Among the entries below, take the line with "let low = 0..100_000u32;" and the line with "def settings() ->", and output them and every line between them exactly, with nothing else.
----- Provided data
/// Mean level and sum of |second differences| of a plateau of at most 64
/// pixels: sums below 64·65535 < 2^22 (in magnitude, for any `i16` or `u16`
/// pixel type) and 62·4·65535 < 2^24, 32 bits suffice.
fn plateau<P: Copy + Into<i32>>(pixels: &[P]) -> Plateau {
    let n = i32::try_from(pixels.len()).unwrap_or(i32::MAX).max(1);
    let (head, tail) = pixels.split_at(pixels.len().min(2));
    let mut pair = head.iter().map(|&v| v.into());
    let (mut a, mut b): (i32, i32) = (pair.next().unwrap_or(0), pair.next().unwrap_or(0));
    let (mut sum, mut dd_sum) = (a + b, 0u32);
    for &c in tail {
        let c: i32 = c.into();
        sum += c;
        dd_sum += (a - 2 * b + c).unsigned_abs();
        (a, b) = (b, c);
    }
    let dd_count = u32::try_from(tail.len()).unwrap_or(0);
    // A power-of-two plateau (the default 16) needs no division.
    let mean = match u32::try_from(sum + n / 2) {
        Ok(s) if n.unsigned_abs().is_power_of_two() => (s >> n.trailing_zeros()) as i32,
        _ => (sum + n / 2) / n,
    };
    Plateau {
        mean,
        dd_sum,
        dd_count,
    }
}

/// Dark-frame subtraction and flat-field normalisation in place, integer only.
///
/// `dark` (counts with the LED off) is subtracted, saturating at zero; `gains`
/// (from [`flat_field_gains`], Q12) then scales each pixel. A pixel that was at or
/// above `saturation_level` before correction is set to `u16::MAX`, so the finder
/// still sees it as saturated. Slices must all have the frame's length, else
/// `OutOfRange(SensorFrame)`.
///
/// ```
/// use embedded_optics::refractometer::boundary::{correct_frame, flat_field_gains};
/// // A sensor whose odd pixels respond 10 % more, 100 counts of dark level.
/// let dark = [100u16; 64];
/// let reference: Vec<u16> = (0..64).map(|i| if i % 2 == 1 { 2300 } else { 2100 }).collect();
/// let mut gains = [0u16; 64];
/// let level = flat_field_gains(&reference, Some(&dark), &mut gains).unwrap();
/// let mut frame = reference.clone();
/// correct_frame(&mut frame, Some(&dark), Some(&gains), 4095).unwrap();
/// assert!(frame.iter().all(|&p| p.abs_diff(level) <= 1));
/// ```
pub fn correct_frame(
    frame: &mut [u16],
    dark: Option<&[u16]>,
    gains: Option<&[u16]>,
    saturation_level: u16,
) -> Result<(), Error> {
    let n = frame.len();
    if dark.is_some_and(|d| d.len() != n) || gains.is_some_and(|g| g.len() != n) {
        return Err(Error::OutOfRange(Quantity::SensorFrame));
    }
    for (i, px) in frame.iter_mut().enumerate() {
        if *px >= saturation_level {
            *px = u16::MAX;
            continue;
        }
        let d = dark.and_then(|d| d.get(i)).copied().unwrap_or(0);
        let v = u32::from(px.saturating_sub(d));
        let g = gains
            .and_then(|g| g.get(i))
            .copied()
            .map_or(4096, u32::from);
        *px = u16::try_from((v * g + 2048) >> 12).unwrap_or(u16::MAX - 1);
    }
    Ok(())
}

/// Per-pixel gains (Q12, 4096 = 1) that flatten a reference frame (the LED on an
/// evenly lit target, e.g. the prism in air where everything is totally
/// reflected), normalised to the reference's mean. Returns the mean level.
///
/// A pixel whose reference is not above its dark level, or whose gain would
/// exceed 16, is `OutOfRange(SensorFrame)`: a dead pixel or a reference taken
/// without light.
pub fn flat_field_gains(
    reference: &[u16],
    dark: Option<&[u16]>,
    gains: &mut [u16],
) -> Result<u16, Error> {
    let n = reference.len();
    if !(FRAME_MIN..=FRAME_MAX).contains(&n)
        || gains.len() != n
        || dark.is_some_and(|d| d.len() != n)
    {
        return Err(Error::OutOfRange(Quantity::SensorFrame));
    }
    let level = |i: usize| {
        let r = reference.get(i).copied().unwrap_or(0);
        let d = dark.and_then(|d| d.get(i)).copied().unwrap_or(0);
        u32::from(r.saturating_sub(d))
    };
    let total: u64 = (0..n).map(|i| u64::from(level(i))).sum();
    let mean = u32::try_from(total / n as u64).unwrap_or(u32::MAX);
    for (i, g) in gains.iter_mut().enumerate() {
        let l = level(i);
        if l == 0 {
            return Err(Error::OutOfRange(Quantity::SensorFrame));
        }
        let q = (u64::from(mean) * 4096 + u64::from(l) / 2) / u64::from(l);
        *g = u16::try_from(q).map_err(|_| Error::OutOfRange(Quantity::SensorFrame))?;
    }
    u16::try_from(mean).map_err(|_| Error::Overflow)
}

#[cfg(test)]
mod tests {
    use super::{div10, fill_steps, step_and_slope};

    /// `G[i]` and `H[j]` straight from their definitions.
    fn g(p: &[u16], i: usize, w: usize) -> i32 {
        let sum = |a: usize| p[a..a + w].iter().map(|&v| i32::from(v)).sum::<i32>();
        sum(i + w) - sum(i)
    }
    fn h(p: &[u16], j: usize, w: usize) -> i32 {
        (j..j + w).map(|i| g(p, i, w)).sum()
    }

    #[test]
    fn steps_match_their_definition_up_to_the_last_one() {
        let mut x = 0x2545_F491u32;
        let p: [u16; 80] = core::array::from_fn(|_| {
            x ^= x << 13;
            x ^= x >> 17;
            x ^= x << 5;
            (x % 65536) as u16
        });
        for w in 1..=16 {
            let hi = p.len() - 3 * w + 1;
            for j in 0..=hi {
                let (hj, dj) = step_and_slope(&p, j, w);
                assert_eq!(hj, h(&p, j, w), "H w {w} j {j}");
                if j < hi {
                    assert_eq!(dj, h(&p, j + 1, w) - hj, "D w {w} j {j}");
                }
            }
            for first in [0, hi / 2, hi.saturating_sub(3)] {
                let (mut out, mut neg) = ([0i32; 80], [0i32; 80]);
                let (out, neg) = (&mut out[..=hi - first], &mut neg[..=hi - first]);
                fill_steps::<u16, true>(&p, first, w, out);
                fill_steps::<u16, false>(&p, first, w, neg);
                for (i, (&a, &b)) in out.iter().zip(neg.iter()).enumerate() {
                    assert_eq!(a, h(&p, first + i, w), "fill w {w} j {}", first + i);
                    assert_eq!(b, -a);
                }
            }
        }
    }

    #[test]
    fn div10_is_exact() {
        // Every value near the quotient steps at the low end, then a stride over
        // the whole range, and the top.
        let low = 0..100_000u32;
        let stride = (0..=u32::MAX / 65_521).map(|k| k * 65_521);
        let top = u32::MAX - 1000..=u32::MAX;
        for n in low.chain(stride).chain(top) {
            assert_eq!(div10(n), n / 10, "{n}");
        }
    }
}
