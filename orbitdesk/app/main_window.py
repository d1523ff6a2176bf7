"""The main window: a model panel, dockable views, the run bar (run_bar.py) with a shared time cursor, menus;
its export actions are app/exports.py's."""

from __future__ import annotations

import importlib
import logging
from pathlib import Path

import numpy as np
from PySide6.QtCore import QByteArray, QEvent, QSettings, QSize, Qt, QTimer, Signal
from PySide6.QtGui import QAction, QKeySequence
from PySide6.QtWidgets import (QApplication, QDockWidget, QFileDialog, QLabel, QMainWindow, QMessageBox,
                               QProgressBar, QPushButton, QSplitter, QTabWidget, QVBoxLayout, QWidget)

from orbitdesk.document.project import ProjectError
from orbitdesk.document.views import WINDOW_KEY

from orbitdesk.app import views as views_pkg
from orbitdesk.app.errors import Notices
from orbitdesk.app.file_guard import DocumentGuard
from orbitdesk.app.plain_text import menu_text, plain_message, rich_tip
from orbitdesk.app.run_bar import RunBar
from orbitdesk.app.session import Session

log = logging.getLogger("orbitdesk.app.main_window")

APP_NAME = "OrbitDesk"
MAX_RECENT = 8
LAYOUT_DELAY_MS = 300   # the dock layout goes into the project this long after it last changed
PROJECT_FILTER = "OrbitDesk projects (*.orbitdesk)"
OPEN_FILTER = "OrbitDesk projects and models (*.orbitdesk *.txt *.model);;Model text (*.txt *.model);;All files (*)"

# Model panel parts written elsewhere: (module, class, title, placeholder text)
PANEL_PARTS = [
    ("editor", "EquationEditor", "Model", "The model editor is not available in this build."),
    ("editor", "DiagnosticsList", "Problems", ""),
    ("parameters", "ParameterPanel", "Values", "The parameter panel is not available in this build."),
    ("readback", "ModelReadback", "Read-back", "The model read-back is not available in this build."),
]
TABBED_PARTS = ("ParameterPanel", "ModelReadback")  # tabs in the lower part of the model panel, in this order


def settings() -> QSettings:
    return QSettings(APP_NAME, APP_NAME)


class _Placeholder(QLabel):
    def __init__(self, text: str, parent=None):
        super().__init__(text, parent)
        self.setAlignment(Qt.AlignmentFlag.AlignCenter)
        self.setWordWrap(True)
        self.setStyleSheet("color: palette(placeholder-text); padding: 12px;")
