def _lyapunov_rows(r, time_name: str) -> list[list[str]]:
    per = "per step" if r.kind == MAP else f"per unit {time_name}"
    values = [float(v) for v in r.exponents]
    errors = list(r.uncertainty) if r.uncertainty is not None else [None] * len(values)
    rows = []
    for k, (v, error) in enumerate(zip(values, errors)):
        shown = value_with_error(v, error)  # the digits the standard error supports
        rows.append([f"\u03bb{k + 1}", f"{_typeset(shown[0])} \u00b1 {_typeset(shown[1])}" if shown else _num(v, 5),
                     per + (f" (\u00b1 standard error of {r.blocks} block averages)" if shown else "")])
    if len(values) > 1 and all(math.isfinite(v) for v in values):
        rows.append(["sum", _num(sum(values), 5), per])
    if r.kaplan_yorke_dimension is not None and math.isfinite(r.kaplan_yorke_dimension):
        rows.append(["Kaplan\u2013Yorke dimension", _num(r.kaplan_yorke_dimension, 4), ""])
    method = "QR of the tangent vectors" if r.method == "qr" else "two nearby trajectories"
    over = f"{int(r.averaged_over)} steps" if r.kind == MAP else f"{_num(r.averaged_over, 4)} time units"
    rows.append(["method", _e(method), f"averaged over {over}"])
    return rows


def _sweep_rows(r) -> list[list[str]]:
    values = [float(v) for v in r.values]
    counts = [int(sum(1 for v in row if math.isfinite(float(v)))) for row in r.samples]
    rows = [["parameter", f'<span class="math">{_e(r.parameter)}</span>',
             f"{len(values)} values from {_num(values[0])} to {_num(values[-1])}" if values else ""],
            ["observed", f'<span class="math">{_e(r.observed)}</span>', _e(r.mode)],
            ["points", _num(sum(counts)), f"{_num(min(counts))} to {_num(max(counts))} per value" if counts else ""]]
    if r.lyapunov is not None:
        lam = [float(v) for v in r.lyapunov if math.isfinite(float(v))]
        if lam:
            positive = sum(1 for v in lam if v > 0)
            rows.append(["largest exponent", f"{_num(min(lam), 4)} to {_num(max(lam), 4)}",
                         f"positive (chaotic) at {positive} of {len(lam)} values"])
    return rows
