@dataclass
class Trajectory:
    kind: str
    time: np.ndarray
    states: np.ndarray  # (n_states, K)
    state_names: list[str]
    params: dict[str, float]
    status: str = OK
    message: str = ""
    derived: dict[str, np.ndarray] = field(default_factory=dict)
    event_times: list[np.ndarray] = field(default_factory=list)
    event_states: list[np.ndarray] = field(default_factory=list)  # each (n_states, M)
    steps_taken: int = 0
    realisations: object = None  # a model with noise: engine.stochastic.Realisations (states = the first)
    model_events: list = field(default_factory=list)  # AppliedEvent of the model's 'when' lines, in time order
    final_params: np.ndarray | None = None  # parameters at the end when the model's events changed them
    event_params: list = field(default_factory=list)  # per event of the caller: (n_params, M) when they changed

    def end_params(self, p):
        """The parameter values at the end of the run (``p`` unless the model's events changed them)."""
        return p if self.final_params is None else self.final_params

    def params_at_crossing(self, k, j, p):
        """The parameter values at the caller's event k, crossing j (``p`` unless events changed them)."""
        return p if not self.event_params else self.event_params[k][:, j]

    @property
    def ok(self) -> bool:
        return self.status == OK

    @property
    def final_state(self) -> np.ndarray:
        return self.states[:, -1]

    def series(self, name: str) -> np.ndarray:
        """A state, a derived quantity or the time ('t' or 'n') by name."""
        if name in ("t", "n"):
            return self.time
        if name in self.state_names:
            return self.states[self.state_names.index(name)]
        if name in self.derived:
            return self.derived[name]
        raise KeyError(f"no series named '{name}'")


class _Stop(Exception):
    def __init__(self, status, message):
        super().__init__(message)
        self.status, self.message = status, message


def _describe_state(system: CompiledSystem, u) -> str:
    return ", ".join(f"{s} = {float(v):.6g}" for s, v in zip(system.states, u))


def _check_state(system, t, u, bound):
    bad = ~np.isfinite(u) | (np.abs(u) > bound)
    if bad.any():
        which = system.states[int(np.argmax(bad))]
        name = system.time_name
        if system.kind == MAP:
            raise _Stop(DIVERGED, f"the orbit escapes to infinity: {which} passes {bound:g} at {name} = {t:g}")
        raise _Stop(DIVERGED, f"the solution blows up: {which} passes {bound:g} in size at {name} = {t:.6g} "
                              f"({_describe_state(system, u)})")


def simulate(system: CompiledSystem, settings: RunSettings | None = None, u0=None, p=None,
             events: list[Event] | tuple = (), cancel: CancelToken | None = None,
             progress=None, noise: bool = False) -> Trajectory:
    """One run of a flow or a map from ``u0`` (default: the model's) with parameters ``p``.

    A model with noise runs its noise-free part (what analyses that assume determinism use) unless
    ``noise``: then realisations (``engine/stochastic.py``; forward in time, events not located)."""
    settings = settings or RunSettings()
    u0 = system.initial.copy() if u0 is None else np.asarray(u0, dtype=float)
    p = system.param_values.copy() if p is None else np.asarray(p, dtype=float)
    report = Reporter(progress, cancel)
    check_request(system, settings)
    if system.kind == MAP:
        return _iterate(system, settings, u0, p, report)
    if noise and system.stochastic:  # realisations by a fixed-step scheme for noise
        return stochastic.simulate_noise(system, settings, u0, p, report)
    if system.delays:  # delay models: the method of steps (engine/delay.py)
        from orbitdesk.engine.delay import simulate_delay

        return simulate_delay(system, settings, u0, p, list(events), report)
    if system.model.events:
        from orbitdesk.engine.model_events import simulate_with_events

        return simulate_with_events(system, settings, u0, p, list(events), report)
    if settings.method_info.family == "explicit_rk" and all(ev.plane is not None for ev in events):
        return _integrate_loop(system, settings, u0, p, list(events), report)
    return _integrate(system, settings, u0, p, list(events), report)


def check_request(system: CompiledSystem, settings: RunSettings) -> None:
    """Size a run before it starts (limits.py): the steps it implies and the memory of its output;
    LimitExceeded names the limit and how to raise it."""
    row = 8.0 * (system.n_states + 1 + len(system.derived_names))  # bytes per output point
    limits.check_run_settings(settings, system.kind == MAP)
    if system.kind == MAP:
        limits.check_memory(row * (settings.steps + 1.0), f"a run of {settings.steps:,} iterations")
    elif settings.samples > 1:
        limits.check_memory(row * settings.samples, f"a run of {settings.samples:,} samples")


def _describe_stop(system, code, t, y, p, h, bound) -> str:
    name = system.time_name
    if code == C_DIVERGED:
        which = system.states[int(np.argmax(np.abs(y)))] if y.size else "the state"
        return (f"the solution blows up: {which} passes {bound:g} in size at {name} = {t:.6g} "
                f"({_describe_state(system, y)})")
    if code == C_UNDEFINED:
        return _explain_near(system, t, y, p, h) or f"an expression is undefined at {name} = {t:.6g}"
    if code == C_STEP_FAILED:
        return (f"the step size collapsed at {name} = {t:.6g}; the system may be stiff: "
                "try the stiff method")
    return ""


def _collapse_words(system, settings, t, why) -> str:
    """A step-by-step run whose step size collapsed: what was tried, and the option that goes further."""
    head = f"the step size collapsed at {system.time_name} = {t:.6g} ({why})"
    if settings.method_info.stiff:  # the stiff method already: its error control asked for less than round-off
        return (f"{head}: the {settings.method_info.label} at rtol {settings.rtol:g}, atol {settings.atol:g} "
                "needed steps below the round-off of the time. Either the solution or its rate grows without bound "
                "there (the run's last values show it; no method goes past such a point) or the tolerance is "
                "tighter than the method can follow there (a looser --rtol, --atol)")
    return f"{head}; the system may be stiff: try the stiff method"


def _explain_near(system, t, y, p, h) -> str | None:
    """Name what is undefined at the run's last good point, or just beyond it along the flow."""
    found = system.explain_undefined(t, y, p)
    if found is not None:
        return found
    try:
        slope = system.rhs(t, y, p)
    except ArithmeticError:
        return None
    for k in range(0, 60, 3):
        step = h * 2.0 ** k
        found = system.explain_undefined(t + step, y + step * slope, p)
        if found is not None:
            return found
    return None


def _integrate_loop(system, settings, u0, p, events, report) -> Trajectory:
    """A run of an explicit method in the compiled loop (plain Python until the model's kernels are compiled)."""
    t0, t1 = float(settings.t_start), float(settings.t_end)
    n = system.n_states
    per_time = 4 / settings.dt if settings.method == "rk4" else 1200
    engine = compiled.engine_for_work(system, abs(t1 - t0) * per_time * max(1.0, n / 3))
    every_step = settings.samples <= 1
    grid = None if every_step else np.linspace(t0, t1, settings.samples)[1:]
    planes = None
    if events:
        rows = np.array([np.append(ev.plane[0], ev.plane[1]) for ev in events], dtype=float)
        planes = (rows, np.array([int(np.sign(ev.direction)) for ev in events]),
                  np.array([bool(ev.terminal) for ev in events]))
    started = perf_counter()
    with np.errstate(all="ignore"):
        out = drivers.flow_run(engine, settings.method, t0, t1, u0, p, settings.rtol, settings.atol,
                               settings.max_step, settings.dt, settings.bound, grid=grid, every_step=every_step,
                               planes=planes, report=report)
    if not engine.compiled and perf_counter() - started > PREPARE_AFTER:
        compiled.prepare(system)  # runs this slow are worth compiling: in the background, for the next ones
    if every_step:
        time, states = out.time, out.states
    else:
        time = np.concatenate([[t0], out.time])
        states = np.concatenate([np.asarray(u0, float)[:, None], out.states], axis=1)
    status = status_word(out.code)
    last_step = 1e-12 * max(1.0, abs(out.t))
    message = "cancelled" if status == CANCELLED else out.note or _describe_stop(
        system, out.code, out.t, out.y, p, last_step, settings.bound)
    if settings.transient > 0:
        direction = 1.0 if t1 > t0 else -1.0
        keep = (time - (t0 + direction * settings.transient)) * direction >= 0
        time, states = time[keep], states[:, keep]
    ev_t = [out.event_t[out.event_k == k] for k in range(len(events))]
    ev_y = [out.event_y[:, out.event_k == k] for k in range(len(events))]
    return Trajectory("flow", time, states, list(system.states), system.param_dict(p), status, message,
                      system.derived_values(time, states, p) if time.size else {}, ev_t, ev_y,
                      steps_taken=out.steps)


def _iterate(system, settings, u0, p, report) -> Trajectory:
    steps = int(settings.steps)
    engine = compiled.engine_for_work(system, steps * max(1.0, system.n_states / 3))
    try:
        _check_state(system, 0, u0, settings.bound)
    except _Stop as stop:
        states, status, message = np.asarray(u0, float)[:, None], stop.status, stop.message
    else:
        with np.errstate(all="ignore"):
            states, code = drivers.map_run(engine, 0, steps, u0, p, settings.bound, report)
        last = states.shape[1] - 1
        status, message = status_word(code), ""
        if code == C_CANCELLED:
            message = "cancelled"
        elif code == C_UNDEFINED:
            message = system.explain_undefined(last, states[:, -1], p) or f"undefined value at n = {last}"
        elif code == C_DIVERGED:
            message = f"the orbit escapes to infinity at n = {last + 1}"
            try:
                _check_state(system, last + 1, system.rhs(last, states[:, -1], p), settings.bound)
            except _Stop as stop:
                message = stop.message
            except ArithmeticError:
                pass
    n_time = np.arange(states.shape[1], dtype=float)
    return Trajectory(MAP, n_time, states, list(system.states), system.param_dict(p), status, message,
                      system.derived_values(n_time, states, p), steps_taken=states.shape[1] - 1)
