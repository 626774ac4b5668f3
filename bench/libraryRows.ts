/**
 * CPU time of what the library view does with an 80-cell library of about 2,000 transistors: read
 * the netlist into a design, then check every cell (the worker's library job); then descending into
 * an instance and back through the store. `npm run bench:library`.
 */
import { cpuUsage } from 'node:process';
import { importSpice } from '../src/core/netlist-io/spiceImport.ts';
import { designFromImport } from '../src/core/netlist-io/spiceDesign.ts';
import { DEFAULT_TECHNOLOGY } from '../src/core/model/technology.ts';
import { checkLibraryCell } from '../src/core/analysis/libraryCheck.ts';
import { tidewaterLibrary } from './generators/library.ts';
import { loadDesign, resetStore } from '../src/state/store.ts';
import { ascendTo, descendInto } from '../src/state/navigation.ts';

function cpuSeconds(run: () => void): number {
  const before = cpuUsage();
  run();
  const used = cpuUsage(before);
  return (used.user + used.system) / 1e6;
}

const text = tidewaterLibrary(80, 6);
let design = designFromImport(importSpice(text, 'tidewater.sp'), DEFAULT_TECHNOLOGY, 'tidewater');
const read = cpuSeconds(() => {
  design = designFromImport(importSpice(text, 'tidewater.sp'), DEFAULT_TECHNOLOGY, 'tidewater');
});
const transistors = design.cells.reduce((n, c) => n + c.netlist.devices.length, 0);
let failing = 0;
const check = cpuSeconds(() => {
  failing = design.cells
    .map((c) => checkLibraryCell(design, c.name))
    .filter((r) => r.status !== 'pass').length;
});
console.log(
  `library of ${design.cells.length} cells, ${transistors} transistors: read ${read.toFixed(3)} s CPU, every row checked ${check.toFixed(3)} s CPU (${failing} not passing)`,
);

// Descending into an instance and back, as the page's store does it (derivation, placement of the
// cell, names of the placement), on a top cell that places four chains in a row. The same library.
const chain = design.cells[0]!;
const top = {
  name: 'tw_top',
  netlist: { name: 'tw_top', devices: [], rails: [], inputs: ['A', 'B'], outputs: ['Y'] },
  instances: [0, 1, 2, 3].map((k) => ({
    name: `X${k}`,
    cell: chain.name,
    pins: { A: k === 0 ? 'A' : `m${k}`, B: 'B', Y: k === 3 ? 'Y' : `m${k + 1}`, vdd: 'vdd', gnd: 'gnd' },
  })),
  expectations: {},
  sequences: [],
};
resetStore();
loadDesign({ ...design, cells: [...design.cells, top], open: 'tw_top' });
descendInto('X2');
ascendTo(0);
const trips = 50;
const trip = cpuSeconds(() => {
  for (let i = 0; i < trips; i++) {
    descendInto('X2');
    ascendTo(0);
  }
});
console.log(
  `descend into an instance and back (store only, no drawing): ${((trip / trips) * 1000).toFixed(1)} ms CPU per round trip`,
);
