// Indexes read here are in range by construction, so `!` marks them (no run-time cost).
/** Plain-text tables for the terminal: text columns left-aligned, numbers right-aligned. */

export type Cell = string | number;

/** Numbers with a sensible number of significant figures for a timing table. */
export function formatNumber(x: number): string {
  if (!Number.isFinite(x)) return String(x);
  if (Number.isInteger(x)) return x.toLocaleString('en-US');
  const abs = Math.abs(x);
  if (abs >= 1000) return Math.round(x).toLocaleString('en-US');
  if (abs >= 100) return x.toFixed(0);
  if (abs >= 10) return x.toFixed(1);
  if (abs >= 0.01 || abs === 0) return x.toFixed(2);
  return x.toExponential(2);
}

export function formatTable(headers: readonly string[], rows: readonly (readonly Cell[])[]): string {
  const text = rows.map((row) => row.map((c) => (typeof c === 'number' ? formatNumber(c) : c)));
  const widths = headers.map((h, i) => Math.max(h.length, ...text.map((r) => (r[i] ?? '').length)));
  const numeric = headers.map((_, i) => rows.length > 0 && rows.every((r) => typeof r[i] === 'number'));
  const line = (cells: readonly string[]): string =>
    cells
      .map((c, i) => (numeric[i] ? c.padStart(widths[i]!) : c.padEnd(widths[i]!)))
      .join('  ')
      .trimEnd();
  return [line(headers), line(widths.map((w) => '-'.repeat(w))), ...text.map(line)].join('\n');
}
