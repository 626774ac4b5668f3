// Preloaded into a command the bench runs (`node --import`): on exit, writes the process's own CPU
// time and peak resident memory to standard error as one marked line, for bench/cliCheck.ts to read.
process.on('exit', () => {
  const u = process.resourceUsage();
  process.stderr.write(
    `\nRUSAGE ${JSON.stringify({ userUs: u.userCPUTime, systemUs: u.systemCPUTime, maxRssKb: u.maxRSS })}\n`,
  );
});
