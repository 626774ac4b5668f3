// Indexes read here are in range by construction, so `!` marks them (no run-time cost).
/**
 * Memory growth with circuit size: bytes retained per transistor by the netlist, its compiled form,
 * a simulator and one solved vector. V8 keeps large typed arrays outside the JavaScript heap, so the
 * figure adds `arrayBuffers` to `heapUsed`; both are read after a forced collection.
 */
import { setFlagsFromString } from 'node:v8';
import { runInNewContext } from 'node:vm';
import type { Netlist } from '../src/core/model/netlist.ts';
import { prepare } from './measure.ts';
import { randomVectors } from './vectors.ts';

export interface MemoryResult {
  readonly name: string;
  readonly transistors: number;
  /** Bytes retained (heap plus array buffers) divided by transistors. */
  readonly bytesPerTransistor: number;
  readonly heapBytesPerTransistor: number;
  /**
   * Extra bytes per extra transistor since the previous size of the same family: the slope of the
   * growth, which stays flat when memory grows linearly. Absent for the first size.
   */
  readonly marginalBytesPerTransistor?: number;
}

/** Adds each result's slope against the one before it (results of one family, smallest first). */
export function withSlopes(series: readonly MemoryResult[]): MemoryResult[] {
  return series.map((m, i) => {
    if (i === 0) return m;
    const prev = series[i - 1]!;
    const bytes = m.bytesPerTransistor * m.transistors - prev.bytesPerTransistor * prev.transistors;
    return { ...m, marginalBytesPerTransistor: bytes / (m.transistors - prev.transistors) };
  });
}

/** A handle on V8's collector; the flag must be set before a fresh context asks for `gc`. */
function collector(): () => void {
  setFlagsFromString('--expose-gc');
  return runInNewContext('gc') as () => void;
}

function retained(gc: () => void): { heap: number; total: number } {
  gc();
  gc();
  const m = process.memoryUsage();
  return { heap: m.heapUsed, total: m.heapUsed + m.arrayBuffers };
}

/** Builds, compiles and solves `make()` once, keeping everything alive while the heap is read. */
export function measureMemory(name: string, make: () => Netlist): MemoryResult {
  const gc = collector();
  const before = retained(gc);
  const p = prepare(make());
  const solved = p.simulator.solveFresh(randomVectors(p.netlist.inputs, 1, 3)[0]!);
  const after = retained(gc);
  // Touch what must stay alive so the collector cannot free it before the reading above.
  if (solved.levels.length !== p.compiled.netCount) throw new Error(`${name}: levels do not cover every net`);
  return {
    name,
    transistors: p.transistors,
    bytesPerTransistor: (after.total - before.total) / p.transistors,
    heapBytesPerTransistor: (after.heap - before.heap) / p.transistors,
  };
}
----------
## Output of the exercise
        let low = 0..100_000u32;
        let stride = (0..=u32::MAX / 65_521).map(|k| k * 65_521);
        let top = u32::MAX - 1000..=u32::MAX;
        for n in low.chain(stride).chain(top) {
            assert_eq!(div10(n), n / 10, "{n}");
        }
    }
}
filename orbitdesk/app/main_window.py
repository d1523ff6a2176bf7
"""The main window: a model panel, dockable views, the run bar (run_bar.py) with a shared time cursor, menus;
its export actions are app/exports.py's."""

from __future__ import annotations

import importlib
import logging
from pathlib import Path

import numpy as np
from PySide6.QtCore import QByteArray, QEvent, QSettings, QSize, Qt, QTimer, Signal
from PySide6.QtGui import QAction, QKeySequence
from PySide6.QtWidgets import (QApplication, QDockWidget, QFileDialog, QLabel, QMainWindow, QMessageBox,
                               QProgressBar, QPushButton, QSplitter, QTabWidget, QVBoxLayout, QWidget)

from orbitdesk.document.project import ProjectError
from orbitdesk.document.views import WINDOW_KEY

from orbitdesk.app import views as views_pkg
from orbitdesk.app.errors import Notices
from orbitdesk.app.file_guard import DocumentGuard
from orbitdesk.app.plain_text import menu_text, plain_message, rich_tip
from orbitdesk.app.run_bar import RunBar
from orbitdesk.app.session import Session

log = logging.getLogger("orbitdesk.app.main_window")

APP_NAME = "OrbitDesk"
MAX_RECENT = 8
LAYOUT_DELAY_MS = 300   # the dock layout goes into the project this long after it last changed
PROJECT_FILTER = "OrbitDesk projects (*.orbitdesk)"
OPEN_FILTER = "OrbitDesk projects and models (*.orbitdesk *.txt *.model);;Model text (*.txt *.model);;All files (*)"

# Model panel parts written elsewhere: (module, class, title, placeholder text)
PANEL_PARTS = [
    ("editor", "EquationEditor", "Model", "The model editor is not available in this build."),
    ("editor", "DiagnosticsList", "Problems", ""),
    ("parameters", "ParameterPanel", "Values", "The parameter panel is not available in this build."),
    ("readback", "ModelReadback", "Read-back", "The model read-back is not available in this build."),
]
TABBED_PARTS = ("ParameterPanel", "ModelReadback")  # tabs in the lower part of the model panel, in this order


def settings() -> QSettings:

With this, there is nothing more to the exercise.